Lou was right. I’d have to be fast.

“My name’s Lucy,” I began, my voice breaking. I cleared it.

Just pretend you’re talking to no one else but Jude.

“And once upon a time I fell in love with this guy.” The stadium went silent as everyone took their seats to the Lucy Larson Gut Spilling Show. “He wasn’t exactly a fairy tale prince. But I’m no fairy tale princess.” I paused, reminding myself to breathe. This would all be for nothing if I passed out from oxygen deprivation. “He didn’t ride in on a white horse or say all the right things at just the right time. But he was my prince. He would have been the kind I wrote about if I’d written all those fairy tales.”

I noticed a couple of security guards reach for their walkie talkies, mumbling something into them with stern faces. Hurry, Lucy.

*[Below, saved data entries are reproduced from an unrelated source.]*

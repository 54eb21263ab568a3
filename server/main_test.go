package server

import (
	"bytes"
	"context"
	"encoding/json"
	"errors"
	"fmt"
	"io"
	"maps"
	"mime"
	"net/http"
	"net/http/httptest"
	"net/url"
	"os"
	"reflect"
	"slices"
	"strconv"
	"strings"
	"testing"
	"time"

	"github.com/google/uuid"
	"github.com/santhosh-tekuri/jsonschema/v6"

	"beamledger/accounts"
	"beamledger/scheduling"
	"beamledger/storage/postgres/pgtest"
)

// TestMain runs the tests, then holds every answer they received against
// openapi.yaml: the status must be documented for the operation, required headers
// present, the media type documented, and a JSON body valid against its schema. So
// the document is checked against what the server really sends, not only what we
// meant it to send.
func TestMain(m *testing.M) {
	code := m.Run()
	if code != 0 {
		os.Exit(code)
	}
	ex := recordedExchanges()
	if len(ex) == 0 {
		os.Exit(0)
	}
	if problems := validateExchanges(ex); len(problems) > 0 {
		fmt.Fprintf(os.Stderr, "FAIL: %d of %d answers recorded by the tests depart from openapi.yaml:\n", len(problems), len(ex))
		for _, p := range problems {
			fmt.Fprintln(os.Stderr, "  "+p)
		}
		os.Exit(1)
	}
	os.Exit(0)
}

// validateExchanges returns one line per recorded answer that the document does not
// describe.
func validateExchanges(ex []exchange) []string {
	d, err := loadAPIDoc()
	if err != nil {
		return []string{"openapi document: " + err.Error()}
	}
	var problems []string
	for _, e := range ex {
		if err := d.checkExchange(e); err != nil {
			body := e.Body
			if len(body) > 300 {
				body = append(body[:300:300], "..."...)
			}
			problems = append(problems, fmt.Sprintf("%s %s -> %d: %v\n    body: %s", e.Method, e.Path, e.Status,
				strings.ReplaceAll(err.Error(), "\n", "\n    "), body))
		}
	}
	return problems
}

// checkExchange reports how one answer departs from the document, or nil.
func (d *apiDoc) checkExchange(e exchange) error {
	// Answers to HEAD never have a body, whatever the document says of GET.
	head := e.Method == http.MethodHead
	op := d.operation(e.Method, e.Path)
	if op == nil {
		// Unknown paths and methods are answered by echo through our error handler.
		switch {
		case e.Status != http.StatusNotFound && e.Status != http.StatusMethodNotAllowed:
			return fmt.Errorf("no documented operation matches")
		case head:
			return nil
		}
		return d.checkJSON(e, "#/components/schemas/Error")
	}
	resp, ptr, ok, err := d.response(op, e.Status)
	if err != nil {
		return err
	}
	if !ok {
		return fmt.Errorf("status %d is not documented for %s %s (documented: %v)", e.Status, op.Method, op.Path, op.statuses())
	}
	var problems []error
	headers, _ := resp["headers"].(map[string]any)
	for _, name := range slices.Sorted(maps.Keys(headers)) {
		if err := d.checkHeader(e, name, headers[name], ptr+"/headers/"+escapePointer(name)); err != nil {
			problems = append(problems, err)
		}
	}
	content, _ := resp["content"].(map[string]any)
	if head {
		return errors.Join(problems...)
	}
	if len(content) == 0 {
		if len(e.Body) > 0 {
			problems = append(problems, fmt.Errorf("documented without a body, but %d bytes came", len(e.Body)))
		}
		return errors.Join(problems...)
	}
	mt, _, err := mime.ParseMediaType(e.Header.Get("Content-Type"))
	switch {
	case err != nil:
		problems = append(problems, fmt.Errorf("Content-Type %q: %v", e.Header.Get("Content-Type"), err))
	case content[mt] == nil && content["*/*"] == nil:
		problems = append(problems, fmt.Errorf("media type %s is not documented (documented: %v)", mt, slices.Sorted(maps.Keys(content))))
	case mt == "application/json":
		if err := d.checkJSON(e, ptr+"/content/application~1json/schema"); err != nil {
			problems = append(problems, err)
		}
	}
	return errors.Join(problems...)
}

// checkJSON validates the body against the schema at pointer.
func (d *apiDoc) checkJSON(e exchange, pointer string) error {
	sch, err := d.schema(pointer)
	if err != nil {
		return fmt.Errorf("schema %s: %w", pointer, err)
	}
	v, err := jsonschema.UnmarshalJSON(bytes.NewReader(e.Body))
	if err != nil {
		return fmt.Errorf("body is not JSON: %w", err)
	}
	if err := sch.Validate(v); err != nil {
		return fmt.Errorf("body does not match %s: %w", pointer, err)
	}
	return nil
}

// checkHeader requires a documented required header and validates its value.
func (d *apiDoc) checkHeader(e exchange, name string, h any, pointer string) error {
	hm, hptr, err := d.resolve(h, pointer)
	if err != nil {
		return err
	}
	value := e.Header.Get(name)
	if value == "" {
		if hm["required"] == true {
			return fmt.Errorf("required header %s is missing", name)
		}
		return nil
	}
	sch, err := d.schema(hptr + "/schema")
	if err != nil {
		return fmt.Errorf("header %s schema: %w", name, err)
	}
	var v any = value
	if s, _ := hm["schema"].(map[string]any); s["type"] == "integer" {
		if _, err := strconv.Atoi(value); err == nil {
			v = jsonNumber(value)
		}
	}
	if err := sch.Validate(v); err != nil {
		return fmt.Errorf("header %s: %q: %w", name, value, err)
	}
	return nil
}

// jsonNumber parses a decimal integer the way jsonschema.UnmarshalJSON would.
func jsonNumber(s string) any {
	v, err := jsonschema.UnmarshalJSON(strings.NewReader(s))
	if err != nil {
		return s
	}
	return v
}

// TestExchangeValidatorCatchesMismatches makes sure the TestMain check fails for
// answers the document does not describe, and passes for ones it does.
func TestExchangeValidatorCatchesMismatches(t *testing.T) {
	d, err := loadAPIDoc()
	if err != nil {
		t.Fatal(err)
	}
	jsonHeader := func(kv ...string) http.Header {
		h := http.Header{"Content-Type": {"application/json"}, "X-Request-Id": {"0123456789abcdef"}}
		for i := 0; i+1 < len(kv); i += 2 {
			h.Set(kv[i], kv[i+1])
		}
		return h
	}
	const user = `{"id":"0b6c5f8e-3f0e-4b1e-9d6a-0a4c6f1d2e3f","email":"ann@example.org","display_name":"Ann","role":"staff","disabled":false,"created_at":"2025-03-01T09:00:00Z","updated_at":"2025-03-01T09:00:00.123456Z"`
	const unauthorized = `{"error":{"code":"unauthorized","message":"sign in","request_id":"0123456789abcdef"}}`
	cases := []struct {
		name string
		ex   exchange
		ok   bool
	}{
		{"health", exchange{"GET", "/healthz", 200, jsonHeader(), []byte(`{"status":"ok"}`)}, true},
		{"user", exchange{"GET", "/api/v1/users/0b6c5f8e-3f0e-4b1e-9d6a-0a4c6f1d2e3f", 200, jsonHeader(), []byte(user + `}`)}, true},
		{"user with orcid", exchange{"GET", "/api/v1/me", 200, jsonHeader(), []byte(user + `,"orcid":"0000-0002-1694-233X"}`)}, true},
		{"unknown path answered 404", exchange{"GET", "/api/v1/nothing", 404, jsonHeader(), []byte(`{"error":{"code":"not_found","message":"Not Found","request_id":"x1234567"}}`)}, true},
		{"undocumented status", exchange{"GET", "/healthz", 500, jsonHeader(), []byte(`{"status":"ok"}`)}, false},
		{"missing required field", exchange{"GET", "/api/v1/me", 200, jsonHeader(), []byte(`{"id":"0b6c5f8e-3f0e-4b1e-9d6a-0a4c6f1d2e3f"}`)}, false},
		{"undocumented field", exchange{"GET", "/api/v1/me", 200, jsonHeader(), []byte(user + `,"password_hash":"x"}`)}, false},
		{"null for an omitted field", exchange{"GET", "/api/v1/me", 200, jsonHeader(), []byte(user + `,"orcid":null}`)}, false},
		{"email not normalised", exchange{"GET", "/api/v1/me", 200, jsonHeader(), []byte(strings.Replace(user, "ann@", "Ann@", 1) + `}`)}, false},
		{"id not a uuid", exchange{"GET", "/api/v1/me", 200, jsonHeader(), []byte(strings.Replace(user, "0b6c5f8e-", "0b6c5f8e", 1) + `}`)}, false},
		{"time not RFC 3339", exchange{"GET", "/api/v1/me", 200, jsonHeader(), []byte(strings.Replace(user, "2025-03-01T09:00:00Z", "2025-03-01 09:00", 1) + `}`)}, false},
		{"wrong media type", exchange{"GET", "/api/v1/me", 200, jsonHeader("Content-Type", "text/html"), []byte(user + `}`)}, false},
		{"error code for another status", exchange{"GET", "/api/v1/me", 403, jsonHeader(), []byte(unauthorized)}, false},
		{"401 with its header", exchange{"GET", "/api/v1/me", 401, jsonHeader("WWW-Authenticate", `Bearer realm="beamledger"`), []byte(unauthorized)}, true},
		{"401 without WWW-Authenticate", exchange{"GET", "/api/v1/me", 401, jsonHeader(), []byte(unauthorized)}, false},
		{"body on 204", exchange{"POST", "/api/v1/auth/logout", 204, jsonHeader(), []byte(`{}`)}, false},
		{"Retry-After not seconds", exchange{"POST", "/api/v1/auth/login", 429, jsonHeader("Retry-After", "soon"),
			[]byte(`{"error":{"code":"rate_limited","message":"later","request_id":"0123456789abcdef"}}`)}, false},
		{"Retry-After in seconds", exchange{"POST", "/api/v1/auth/login", 429, jsonHeader("Retry-After", "900"),
			[]byte(`{"error":{"code":"rate_limited","message":"later","request_id":"0123456789abcdef"}}`)}, true},
		{"no operation", exchange{"GET", "/api/v1/nothing", 200, jsonHeader(), []byte(`{}`)}, false},
		{"undocumented method", exchange{"DELETE", "/api/v1/me", 200, jsonHeader(), []byte(`{}`)}, false},
		{"HEAD answered 405 without a body", exchange{"HEAD", "/healthz", 405, http.Header{}, nil}, true},
		{"method not allowed", exchange{"DELETE", "/api/v1/me", 405, jsonHeader(), []byte(`{"error":{"code":"not_found","message":"Method Not Allowed","request_id":"x1234567"}}`)}, true},
		{"unknown path answered 404 with text", exchange{"GET", "/api/v1/nothing", 404, http.Header{"Content-Type": {"text/plain"}}, []byte("404 page not found")}, false},
	}
	for _, c := range cases {
		err := d.checkExchange(c.ex)
		if (err == nil) != c.ok {
			t.Errorf("%s: checkExchange = %v, want ok=%v", c.name, err, c.ok)
		}
	}
	if got := validateExchanges([]exchange{cases[0].ex, cases[4].ex}); len(got) != 1 {
		t.Errorf("validateExchanges reported %d problems, want 1: %q", len(got), got)
	}
}

// rawDo sends a request built by the caller (for headers w.do does not set) and
// records the answer like w.do does.
func (w *world) rawDo(c *http.Client, req *http.Request) response {
	w.t.Helper()
	res, err := c.Do(req)
	if err != nil {
		w.t.Fatal(err)
	}
	defer res.Body.Close()
	b, err := io.ReadAll(res.Body)
	if err != nil {
		w.t.Fatal(err)
	}
	recordExchange(req.Method, req.URL.RequestURI(), req, res, b)
	return response{StatusCode: res.StatusCode, Header: res.Header, Body: b}
}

“That man made me feel things I never imagined could be felt. He made me want things I wasn’t sure I could have. He made me need things I didn’t know existed.”

My voice was getting stronger as the words started spilling from me. Everything I’d needed to say for so long was finally having its day.

“He made me happy. He made me crazy. He made me thank the heavens for the day I’d met him. He made me curse the same heavens for the day I’d met him.” I smiled, a slew of memories flashing through my mind.

“I screwed up. He screwed up. I was sure I couldn’t live without him. I was just as sure he’d be the death of me. I was confused.” Straddling the fifty, I completed one revolution, waiting for number seventeen to be running across the field at me. No smiling faces were coming for me yet.

I had more to make up for. I only hoped it would be enough.

“We rode this roller coaster. Up, down, and around and around, and just as soon as I was sure it was coming to a stop and we could get off of it once and for all, we repeated the same ride all over again. I didn’t think I wanted to be a passenger on that ride anymore, so I got off, leaving him to ride it alone.”

A couple of guards nodded into their walkies before pocketing them and coming onto the field for me. I did another survey of the field.

Where was he?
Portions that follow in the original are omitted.